# Mejorar recepción en AM



## grille1 (Jul 4, 2009)

Me resulta muy difícil sintonizar una estación de radio en AM en un lugar que está muy "contaminado" de RF. Intenté haciendo una antena de loop pero no tengo suerte. La interferencia de ruido es muy grande. Cómo puedo mejorar la recepción? Se puede "amplificar" determinada frecuencia para poder escuchar bien esta en el equipo? Gracias.


----------



## Cacho (Jul 4, 2009)

Moví tu tema a esta sección.

Saludos


----------



## alexus (Jul 4, 2009)

un pasa banda, pero si tenes splater, lo vas a tener igual, porque es por cercania.


----------



## grille1 (Jul 4, 2009)

Alexus, pero un pasa banda... tienen todos los receptores. De alguna manera tengo que lograr amplificar la recepción en deternminada frecuencia o aumentar la ganacia de recepción.


----------



## alexus (Jul 5, 2009)

grille donde estas axactamente?

un pasa banda angosta, ose, la portadora y los limites laterales y listo, creo que eran 3khz para cada lado.

que raro eso de la contamincacion!


----------



## enigmaelectronica (Jul 6, 2009)

no tiene tu receptor una función llamada "LOCAL" 

o una llamada "DX" para que la deshabilites?


----------



## grille1 (Jul 6, 2009)

Enimgma, el receptor no tiene esta función DX. Me sucede en todas las frecuencias en AM. Igual, he probado con otros receptores sin éxito.
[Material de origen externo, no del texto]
/// Unchecked solver settings (linfa's params-then-checked-params pattern).
#[derive(Debug, Clone, PartialEq)]
pub struct LogisticParams(pub LogisticValidParams);

/// Validated solver settings.
#[derive(Debug, Clone, PartialEq, Serialize)]
pub struct LogisticValidParams {
    /// L2 penalty on the slopes (scikit-learn C = 1 / alpha). Must be > 0 and finite.
    pub alpha: f64,
    /// Stop when max_j |g_j| / sum_r s_r <= tolerance (gradient of the mean loss).
    pub tolerance: f64,
    /// Maximum Newton iterations.
    pub max_iterations: usize,
}

impl Default for LogisticParams {
    /// alpha 1.0 (scikit-learn's default C = 1), tolerance 1e-8, 100 iterations.
    fn default() -> Self {
        Self(LogisticValidParams {
            alpha: 1.0,
            tolerance: 1e-8,
            max_iterations: 100,
        })
    }
}

impl LogisticParams {
    /// Penalty alpha. Defaults to 1.0.
    pub fn alpha(mut self, alpha: f64) -> Self {
        self.0.alpha = alpha;
        self
    }
    /// Gradient tolerance. Defaults to 1e-8.
    pub fn tolerance(mut self, tolerance: f64) -> Self {
        self.0.tolerance = tolerance;
        self
    }
    /// Iteration limit. Defaults to 100.
    pub fn max_iterations(mut self, max_iterations: usize) -> Self {
        self.0.max_iterations = max_iterations;
        self
    }
}

impl ParamGuard for LogisticParams {
    type Checked = LogisticValidParams;
    type Error = ShiftError;

    fn check_ref(&self) -> Result<&LogisticValidParams, ShiftError> {
        let p = &self.0;
        if !(p.alpha > 0.0 && p.alpha.is_finite()) {
            return Err(ShiftError::InvalidOption {
                name: "alpha",
                expected: "finite and > 0",
                value: p.alpha,
            });
        }
        if !(p.tolerance > 0.0 && p.tolerance.is_finite()) {
            return Err(ShiftError::InvalidOption {
                name: "tolerance",
                expected: "finite and > 0",
                value: p.tolerance,
            });
        }
        if p.max_iterations == 0 {
            return Err(ShiftError::InvalidOption {
                name: "max_iterations",
                expected: "at least 1",
                value: 0.0,
            });
        }
        Ok(p)
    }

    fn check(self) -> Result<LogisticValidParams, ShiftError> {
        self.check_ref()?;
        Ok(self.0)
    }
}

/// What the solver did.
#[derive(Debug, Clone, PartialEq, Serialize)]
pub struct FitReport {
    /// Newton steps taken.
    pub iterations: usize,
    /// max_j |g_j| / sum_r s_r at the returned coefficients.
    pub gradient_norm: f64,
    /// `gradient_norm <= tolerance`.
    pub converged: bool,
    /// Objective L(beta) at the returned coefficients.
    pub loss: f64,
}

/// A fitted model: intercept first, then one slope per column after the ones column.
#[derive(Debug, Clone, PartialEq)]
pub struct LogisticModel {
    coefficients: Vec<f64>,
    report: FitReport,
}

impl LogisticModel {
    /// Intercept then slopes.
    pub fn coefficients(&self) -> &[f64] {
        &self.coefficients
    }
    /// Solver report.
    pub fn report(&self) -> &FitReport {
        &self.report
    }
    /// P(y = 1 | x) for each row of `x` (rows x slopes, without the ones column).
    pub fn predict_probability<D: Data<Elem = f64>>(&self, x: &ArrayBase<D, Ix2>) -> Vec<f64> {
        x.rows()
            .into_iter()
            .map(|row| {
                let eta = self.coefficients[0]
                    + row
                        .iter()
                        .zip(&self.coefficients[1..])
                        .map(|(a, b)| a * b)
                        .sum::<f64>();
                sigmoid(eta)
            })
            .collect()
    }
}

/// Numerically stable logistic function.
pub(crate) fn sigmoid(eta: f64) -> f64 {
    if eta >= 0.0 {
        1.0 / (1.0 + (-eta).exp())
    } else {
        let e = eta.exp();
        e / (1.0 + e)
    }
}

/// log(1 + exp(eta)) without overflow.
fn softplus(eta: f64) -> f64 {
    if eta > 0.0 {
        eta + (-eta).exp().ln_1p()
    } else {
        eta.exp().ln_1p()
    }
}

struct Problem<'a> {
    x: &'a [f64],
    n: usize,
    k: usize,
    y: &'a [bool],
    s: Option<&'a [f64]>,
    alpha: f64,
}

impl Problem<'_> {
    fn weight(&self, r: usize) -> f64 {
        self.s.map_or(1.0, |s| s[r])
    }

    fn penalty(&self, beta: &[f64]) -> f64 {
        0.5 * self.alpha * beta[1..].iter().map(|b| b * b).sum::<f64>()
    }

    fn chunks(&self) -> usize {
        self.n.div_ceil(CHUNK)
    }

    /// Summed loss (without penalty) at eta + t d.
    fn data_loss(&self, eta: &[f64], d: Option<(&[f64], f64)>) -> f64 {
        let parts: Vec<f64> = (0..self.chunks())
            .into_par_iter()
            .map(|c| {
                let (lo, hi) = (c * CHUNK, ((c + 1) * CHUNK).min(self.n));
                (lo..hi)
                    .map(|r| {
                        let e = match d {
                            Some((d, t)) => eta[r] + t * d[r],
                            None => eta[r],
                        };
                        let y = if self.y[r] { e } else { 0.0 };
                        self.weight(r) * (softplus(e) - y)
                    })
                    .sum()
            })
            .collect();
        parts.iter().sum()
    }

    /// Gradient and (when `hessian`) Hessian of the full objective, and the data loss, at
    /// eta (= X beta). Without `hessian` the returned matrix is all zeros.
    fn derivatives(
        &self,
        eta: &[f64],
        beta: &[f64],
        hessian: bool,
    ) -> (Vec<f64>, Array2<f64>, f64) {
        let (n, k) = (self.n, self.k);
        let parts: Vec<(Vec<f64>, Array2<f64>, f64)> = (0..self.chunks())
            .into_par_iter()
            .map_init(
                || GramScratch::new(k),
                |scratch, c| {
                    let (lo, hi) = (c * CHUNK, ((c + 1) * CHUNK).min(n));
                    let len = hi - lo;
                    let mut resid = vec![0.0; len];
                    let mut loss = 0.0;
                    let mut v = vec![0.0; len];
                    for (i, r) in (lo..hi).enumerate() {
                        let s = self.weight(r);
                        let p = sigmoid(eta[r]);
                        let y = if self.y[r] { 1.0 } else { 0.0 };
                        resid[i] = s * (p - y);
                        v[i] = s * p * (1.0 - p);
                        loss += s * (softplus(eta[r]) - y * eta[r]);
                    }
                    let g: Vec<f64> = (0..k)
                        .map(|j| dot(&self.x[j * n + lo..j * n + hi], &resid))
                        .collect();
                    let h = if hessian {
                        scratch.weighted_gram(self.x, n, lo, &v)
                    } else {
                        Array2::<f64>::zeros((k, k))
                    };
                    (g, h, loss)
                },
            )
            .collect();
        let mut g = vec![0.0; k];
        let mut h = Array2::<f64>::zeros((k, k));
        let mut loss = 0.0;
        for (pg, ph, pl) in parts {
            for (a, b) in g.iter_mut().zip(&pg) {
                *a += b;
            }
            h += &ph;
            loss += pl;
        }
        for j in 1..k {
            g[j] += self.alpha * beta[j];
            h[[j, j]] += self.alpha;
        }
        (g, h, loss)
    }

    /// X d for a coefficient-space direction d.
    fn times(&self, d: &[f64]) -> Vec<f64> {
        let (n, k) = (self.n, self.k);
        let mut out = vec![0.0; n];
        out.par_chunks_mut(CHUNK).enumerate().for_each(|(c, o)| {
            let lo = c * CHUNK;
            for (j, dj) in d.iter().enumerate().take(k) {
                let col = &self.x[j * n + lo..j * n + lo + o.len()];
                for (a, x) in o.iter_mut().zip(col) {
                    *a += dj * x;
                }
            }
        });
        out
    }
}

/// Scratch space for [`GramScratch::weighted_gram`]: one block of rows in row-major order
/// (columns padded to a multiple of 4) and the lower-triangle accumulator.
struct GramScratch {
    k: usize,
    padded: usize,
    rows: Vec<f64>,
    acc: Vec<f64>,
}

/// Rows transposed at a time (the block stays in L1/L2 cache).
const GRAM_BLOCK: usize = 128;

impl GramScratch {
    fn new(k: usize) -> Self {
        let padded = k.div_ceil(4) * 4;
        Self {
            k,
            padded,
            rows: vec![0.0; GRAM_BLOCK * padded],
            acc: vec![0.0; k * padded],
        }
    }

    /// sum_r v_r x_r x_r' over rows lo..lo + v.len() of the column-major `x` (n rows).
    ///
    /// Blocks of rows are transposed to row-major, then four rows at a time are added to
    /// the lower triangle as a rank-4 update (each accumulator entry gets four
    /// multiply-adds per load and store). Uses AVX2/FMA when the CPU has them.
    fn weighted_gram(&mut self, x: &[f64], n: usize, lo: usize, v: &[f64]) -> Array2<f64> {
        let (k, kp) = (self.k, self.padded);
        self.acc.fill(0.0);
        for start in (0..v.len()).step_by(GRAM_BLOCK) {
            let len = GRAM_BLOCK.min(v.len() - start);
            for j in 0..k {
                let col = &x[j * n + lo + start..j * n + lo + start + len];
                for (r, value) in col.iter().enumerate() {
                    self.rows[r * kp + j] = *value;
                }
            }
            let weights = &v[start..start + len];
            #[cfg(target_arch = "x86_64")]
            {
                if std::arch::is_x86_feature_detected!("avx2")
                    && std::arch::is_x86_feature_detected!("fma")
                {
                    // SAFETY: the CPU supports the features the function is compiled for.
                    unsafe { rank_updates_fma(&mut self.acc, &self.rows, weights, k, kp) };
                    continue;
                }
            }
            rank_updates::<false>(&mut self.acc, &self.rows, weights, k, kp);
        }
        let mut h = Array2::<f64>::zeros((k, k));
        for a in 0..k {
            for b in 0..=a {
                let value = self.acc[a * kp + b];
                h[[a, b]] = value;
                h[[b, a]] = value;
            }
        }
        h
    }
}

#[cfg(target_arch = "x86_64")]
#[target_feature(enable = "avx2,fma")]
unsafe fn rank_updates_fma(acc: &mut [f64], rows: &[f64], weights: &[f64], k: usize, kp: usize) {
    rank_updates::<true>(acc, rows, weights, k, kp);
}

/// acc[a][b] += sum_r w_r x_r[a] x_r[b] for b <= a (rounded up to a multiple of 4; the
/// extra entries are ignored), over the row-major block `rows`.
#[inline(always)]
fn rank_updates<const FMA: bool>(
    acc: &mut [f64],
    rows: &[f64],
    weights: &[f64],
    k: usize,
    kp: usize,
) {
    let madd = |a: f64, b: f64, c: f64| if FMA { a.mul_add(b, c) } else { a * b + c };
    let len = weights.len();
    let full = len - len % 4;
    for r in (0..full).step_by(4) {
        let x0 = &rows[r * kp..(r + 1) * kp];
        let x1 = &rows[(r + 1) * kp..(r + 2) * kp];
        let x2 = &rows[(r + 2) * kp..(r + 3) * kp];
        let x3 = &rows[(r + 3) * kp..(r + 4) * kp];
        let (w0, w1, w2, w3) = (weights[r], weights[r + 1], weights[r + 2], weights[r + 3]);
        for a in 0..k {
            let (c0, c1, c2, c3) = (w0 * x0[a], w1 * x1[a], w2 * x2[a], w3 * x3[a]);
            let width = (a + 1).div_ceil(4) * 4;
            let row = &mut acc[a * kp..a * kp + width];
            for ((((h, &y0), &y1), &y2), &y3) in row
                .iter_mut()
                .zip(&x0[..width])
                .zip(&x1[..width])
                .zip(&x2[..width])
                .zip(&x3[..width])
            {
                *h = madd(c3, y3, madd(c2, y2, madd(c1, y1, madd(c0, y0, *h))));
            }
        }
    }
    for r in full..len {
        let x0 = &rows[r * kp..(r + 1) * kp];
        for a in 0..k {
            let c0 = weights[r] * x0[a];
            let width = (a + 1).div_ceil(4) * 4;
            for (h, &y0) in acc[a * kp..a * kp + width].iter_mut().zip(&x0[..width]) {
                *h = madd(c0, y0, *h);
            }
        }
    }
}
Es una oficina, parace una jaula de faraday... Me podría mudar, pero la idea es que pueda amplificar la señal de RF de la frecuencia que quiero.


----------



## alexus (Jul 6, 2009)

en donde estas grille?

yo en las piedras, y te cuento que en bandas de aficionado, modulando en amplitud, no tengo ningun problema, ni en transmisión ni en recepcion.

agradeceria te expliques un poco mas, puede ser?


----------



## Pulsar71 (Jul 15, 2009)

Grille para poderte ayudar debes de especificar que frecuencias te interesan recibir, por que la AM esta muy contaminada por ruidos propios de la banda debido a la propagacion ya sea por onda terrestre o rebote en las capas de la Ionosfera, esta ultimas varian en altura durante el dia y hace que varien las condiciones de propagacion de las ondas, hay que conocer que frecuencia nos interesa recibir para saber que tipo de antena nos conviene usar.

aqui te dejo un link para que veas la propagacion semanal de las ondas de radio

http://www.arrl.org/w1aw/prop/2009-arlp028.html

Salu2
Mac


----------



## grille1 (Jul 15, 2009)

Mac, la frecuencia que necesito sintonizar es 1130 kHz.


----------



## alexus (Jul 15, 2009)

uuu hablamos de la banda de 160!

que es, radio nacional? 

voy a probar en mi equipo con un bigote a ver si tengo problemas.

atte. alexus.


----------



## grille1 (Jul 15, 2009)

Exacto


----------



## alexus (Jul 15, 2009)

y no la escuhas? vivis adentro de un tarro!


----------



## Pulsar71 (Jul 15, 2009)

a que distancia estas de la emisora que te interesa recibir...?...,   y en que horario deseas escucharla....?


----------



## grille1 (Jul 16, 2009)

estoy cerca, a 20 km, el problema lo tengo yo ya que vivo en un edificio viejo cuyas paredes exteriores son 35-40 cm de espesor.


----------



## anthony123 (Jul 16, 2009)

Creo que el problema puede derivar de muchas fuentes, yo recomendaria lo siguente:

Un filtro LC centrado en la frecuencia que mencionaste con un BW de 5Khz

Agregar capacitores de desacoplo en la linea interna de alimentacion

Alejar el receptor de cualquier linea de alta o baja tension

¿Puedes sub ir una foto de la parte interna del receptor?


----------



## Pulsar71 (Jul 18, 2009)

busca antenas Loop para recepcion....


----------